Briciole e alibi. È quello che il governo ha destinato alla Lombardia in un mese e mezzo d'emergenza. «Stiamo ricevendo delle briciole - ha detto ieri il governatore Attilio Fontana - Se noi non ci fossimo dati da fare autonomamente, noi avremmo chiuso gli ospedali dopo due giorni». Gli ospedali non solo la Lombardia non li ha chiusi: ne ha aperti di nuovi. E mentre dalla Protezione civile il 15 marzo spiegavano che il presidio di Milano non si poteva aprire perché «per allestire un ospedale ci vuole un mese», la Regione - con l'aiuto di tanti - ne ha tirati su tre in 15 giorni.
Non ha mai attaccato per primo Fontana, ma continua a dover reagire agli attacchi di parte che arrivano da governo e sinistra. E se qualcuno approfitta del momento per immaginare improbabili riforme della sanità o delle autonomie, altri più prosaicamente intendono solo scaricare sulla Lombardia il peso delle loro carenze. Fontana non lo ha detto, ma quelle «briciole» governative si possono quantificare. Eccole, quindi, le risposte del governo Conte all'emergenza lombarda. I ventilatori polmonari necessari per dare a tutti una risposta terapeutica adeguata erano 1.152. Ne sono arrivati solo 236. La Regione ne ha trovati «da sé» 740. Ed è grazie a questa risposta autonoma che ha saputo passare dagli iniziali - normali - 724 posti di terapia intensiva agli attuali 1.700. I ventilatori richiesti per la terapia subintensiva erano 9.531. E al Pirellone ne sono arrivati soltanto 37.
Poi c'è la questione mascherine. «Il numero di mascherine che ci arrivavano dalla Protezione civile - ha detto il governatore - non ci avrebbe consentito di aprire gli ospedali». La Lombardia avrebbe avuto bisogno di 30 milioni di mascherine, e ne ha avute appena 2,1 milioni.
Infine, il capitolo più doloroso: la mancata zona rossa in Val Seriana. Il presidente del Consiglio Giuseppe Conte ha incredibilmente dichiarato che «se la Lombardia voleva la zona rossa nel Bergamasco poteva disporla». E anche in questo caso, non attaccando ma rispondendo, Fontana ha spiegato come sono andate le cose: «Il premier Conte, che è un fine giurista - ha detto - deve darmi due risposte: come faccio io che non ho titoli a bloccare un diritto costituzionale protetto. Due, anche se l'avessi disposta con che forze dell'ordine avrei potuto chiudere la zona rossa?». Per il governatore, insomma, è uno scaricabarile. «Noi a Conte abbiamo chiesto la zona rossa, nel comitato tecnico il nostro rappresentante ha insistito. È inutile che cerchi di scaricare su di noi».
Il tentativo è chiaro. E gli altri artefici di questo pretestuoso scaricabarile sono i sindaci del Pd, alcuni dei quali - a epidemia incombente - si erano fatti notare solo per le iniziative «antirazziste», e poi per le note campagne per far «ripartire» le città, sulle quali stava per infuriare la peggiore epidemia da un secolo a questa parte. Alcuni sindaci dei capoluoghi hanno indirizzato a Fontana alcune domande polemiche. Con altre domande, ma sull'operato del governo, ha risposto il capogruppo lombardo di Forza Italia Gianluca Comazzi, rivolgendosi ai sindaci Pd: «Come mai - ha chiesto - il Governo non è stato in grado di garantire gli adeguati approvvigionamenti di mascherine? Come mai il Governo non ha previsto in tempi rapidi un incremento del fabbisogno di personale? Come mai il Governo non ha detto con chiarezza che i 4.

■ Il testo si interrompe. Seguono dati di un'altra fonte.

import type { Expr } from '../../../shared/maths/expression.ts';
import { lettersOf } from '../../../shared/maths/letters.ts';
import * as Q from '../numbers/rational.ts';
import { Unsettled } from '../solving/unsettled.ts';
import { isKnown } from '../values/arithmetic.ts';
import { evaluate } from '../values/evaluate.ts';
import { addExprs, callOf, mulExprs, numberOf, piExpr, rationalExpr, zeroExpr } from './build.ts';
import { isFree } from './integrand.ts';
import {
  addSeries,
  boundedSeries,
  constantSeries,
  expSeries,
  isZeroCoefficient,
  lnSeries,
  mulSeries,
  negateSeries,
  powerSeries,
  rationalPower,
  scaleSeries,
  signOfCoefficient,
  splitBySize,
  unitScale,
  type Expansion,
  type Series,
} from './series-ring.ts';

/** The floor of what grows is that up to 1; at a whole number it depends on the side. */
export function expandFloor(name: 'floor' | 'ceil', a: Series, context: Expansion): Series {
  if (context.numbers === 'complex') throw new Unsettled('not-covered');
  const { large, constant, small } = splitBySize(a, context);
  if (large.length > 0) return addSeries({ ...a, error: null }, boundedSeries(unitScale), context);
  const value = evaluate(constant ?? zeroExpr, new Map(), 128, context);
  if (!isKnown(value)) throw new Unsettled('not-covered');
  const rounded = callOf(name, constant ?? zeroExpr);
  if (value.kind !== 'rational' || value.value.den !== 1n) {
    if (!isKnown(evaluate(rounded, new Map(), 128, context))) throw new Unsettled('not-settled');
    return constantSeries(rounded);
  }
  const [lead] = small.terms;
  if (!lead && small.error) throw new Unsettled('not-settled');
  const side = lead ? signOfCoefficient(lead.coef, context) : 0;
  const step = name === 'floor' ? Math.min(side, 0) : Math.max(side, 0);
  return constantSeries(rationalExpr(Q.add(value.value, Q.rational(step))));
}

/** The larger or the smaller one, once it is certain which that is. */
export function expandExtreme(name: 'max' | 'min', parts: readonly Series[], context: Expansion): Series {
  return parts.reduce((best, next) => {
    const gap = addSeries(next, negateSeries(best), context);
    const [lead] = gap.terms;
    if (!lead && gap.error) throw new Unsettled('not-settled');
    const order = lead ? signOfCoefficient(lead.coef, context) : 0;
    return order > 0 === (name === 'max') ? next : best;
  });
}

/** Stirling's series of what grows beyond all bounds: DLMF 5.11.1 for ln(u!). */
export function expandFactorial(u: Series, context: Expansion): Series {
  const [lead] = u.terms;
  const { large } = splitBySize(u, context);
  if (!lead || large.length === 0 || signOfCoefficient(lead.coef, context) < 0) throw new Unsettled('not-covered');
  const log = lnSeries(u, context);
  const inverse = rationalPower(u, Q.minusOne, context);
  const half = numberOf(1, 2);
  const cube = mulSeries(inverse, mulSeries(inverse, inverse, context), context);
  const fifth = mulSeries(cube, mulSeries(inverse, inverse, context), context).terms[0]?.scale;
  if (!fifth) throw new Unsettled('not-settled');
  const parts = [
    negateSeries(u),
    scaleSeries(log, half, context),
    constantSeries(mulExprs(half, callOf('ln', mulExprs(numberOf(2), piExpr)))),
    scaleSeries(inverse, numberOf(1, 12), context),
    scaleSeries(cube, numberOf(-1, 360), context),
    boundedSeries(fifth),
  ];
  const exponent = parts.reduce((total, part) => addSeries(total, part, context), mulSeries(u, log, context));
  return expSeries(exponent, context);
}

type Definite = Extract<Expr, { kind: 'integral' }>;

/**
 * An integral from a constant to what tends to the same constant: term by term, from the expansion of the integrand there.
 * `expandAt` gives that expansion, for the letter of the integral as its first argument says.
 */
export function expandIntegral(
  node: Definite,
  variable: string,
  visit: (expr: Expr) => Series,
  expandAt: (integrand: Expr, letter: string, at: Series) => Series,
  context: Expansion,
): Series {
  const { from, to, integrand } = node;
  if (!from || !to || !isFree(integrand, variable) || node.variable === variable) throw new Unsettled('not-covered');
  const [low, high] = [visit(from), visit(to)].map((series) => splitBySize(series, context));
  if (!low || !high || low.large.length + high.large.length > 0) throw new Unsettled('not-covered');
  const at = high.constant ?? zeroExpr;
  const gap = addExprs(at, mulExprs(numberOf(-1), low.constant ?? zeroExpr));
  if (lettersOf(at).length > 0 || !isZeroCoefficient(gap, context)) throw new Unsettled('not-covered');
  const upTo = (end: Series): Series => {
    const [lead] = end.terms;
    if (!lead) {
      if (end.error) throw new Unsettled('not-settled');
      return end;
    }
    const side = signOfCoefficient(lead.coef, context);
    const path: Series = addSeries(constantSeries(at), powerSeries(numberOf(side), Q.one), context);
    const inner = expandAt(integrand, node.variable, path);
    const length = side < 0 ? negateSeries(end) : end;
    const whole = termByTerm(inner, length, context);
    return side < 0 ? negateSeries(whole) : whole;
  };
  return addSeries(upTo(high.small), negateSeries(upTo(low.small)), context);
}

/** The integral of a sum of powers from 0 to `length`. */
function termByTerm(inner: Series, length: Series, context: Expansion): Series {
  const raised = (p: Q.Rational): Series => rationalPower(length, Q.add(p, Q.one), context);
  let total: Series = { terms: [], error: null };
  for (const { coef, scale } of inner.terms) {
    const next = Q.add(scale.p, Q.one);
    if (scale.growth.length > 0 || scale.q !== 0 || Q.sign(next) <= 0) throw new Unsettled('not-covered');
    total = addSeries(
      total,
      scaleSeries(raised(scale.p), mulExprs(rationalExpr(Q.div(Q.one, next)), coef), context),
      context,
    );
  }
  if (!inner.error) return total;
  if (inner.error.growth.length > 0 || inner.error.q !== 0 || Q.compare(inner.error.p, Q.minusOne) <= 0)
    throw new Unsettled('not-covered');
  const beyond = raised(inner.error.p).terms[0]?.scale;
  if (!beyond) throw new Unsettled('not-settled');
  return addSeries(total, boundedSeries(beyond), context);
}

3 miliardi ai Comuni erano finanziamenti già dovuti? Come mai emana ogni giorno un'ordinanza diversa? Come mai rimane avvolto in pastoie burocratiche? Come mai non ha saputo gestire l'informazione in maniera consona? Come mai la Lombardia, regione più colpita d'Italia, è stata trattata come qualsiasi altro territorio? Come mai il presidente Conte il 21 febbraio ha detto che era «tutto sotto controllo»? Come mai, mentre la Lombardia era impegnata nel gestire l'emergenza, il segretario Pd organizzava aperitivi nel centro di Milano, e il sindaco rilanciava l'hashtag Milanononsiferma?».